BRIEF: Give back exactly the stretch of data below from the line holding "from beamplan.layout.yamlpos import" through the line holding "from beamplan.network.graph import", both ends included, and leave the remaining lines out.

Stored records:

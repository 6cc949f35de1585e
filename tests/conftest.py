"""Shared test helpers: paths, and building layouts from YAML text."""

from __future__ import annotations

import os
import pathlib

import pytest
from hypothesis import settings

# Property tests are reproducible by default (CI must not fail at random); run
# HYPOTHESIS_PROFILE=explore python -m pytest to search with fresh random examples.
settings.register_profile("beamplan", derandomize=True, database=None, deadline=None)
settings.register_profile("explore", derandomize=False, deadline=None, max_examples=200)
settings.load_profile(os.environ.get("HYPOTHESIS_PROFILE", "beamplan"))

ROOT = pathlib.Path(__file__).resolve().parent.parent
LAYOUTS = ROOT / "layouts"


@pytest.fixture(autouse=True)
def _run_from_root(monkeypatch: pytest.MonkeyPatch) -> None:
    """Doctests and tests use paths relative to the project root."""
    monkeypatch.chdir(ROOT)
    monkeypatch.setenv("NO_COLOR", "1")
    os.environ.pop("BEAMPLAN_DEBUG", None)


def layout_from_text(text: str, name: str = "test.yaml"):  # type: ignore[no-untyped-def]
    """Parse YAML text into a schema-checked Layout."""
    from beamplan.layout.loader import parse_layout
    from beamplan.layout.yamlpos import parse_yaml

    return parse_layout(parse_yaml(text, name))


def network_from_text(text: str, name: str = "test.yaml"):  # type: ignore[no-untyped-def]
    """Parse YAML text into a checked Network."""
    from beamplan.network.graph import build_network

    return build_network(layout_from_text(text, name))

SOLUTION FOR THIS EXERCISE:
    from beamplan.layout.yamlpos import parse_yaml

    return parse_layout(parse_yaml(text, name))


def network_from_text(text: str, name: str = "test.yaml"):  # type: ignore[no-untyped-def]
    """Parse YAML text into a checked Network."""
    from beamplan.network.graph import build_network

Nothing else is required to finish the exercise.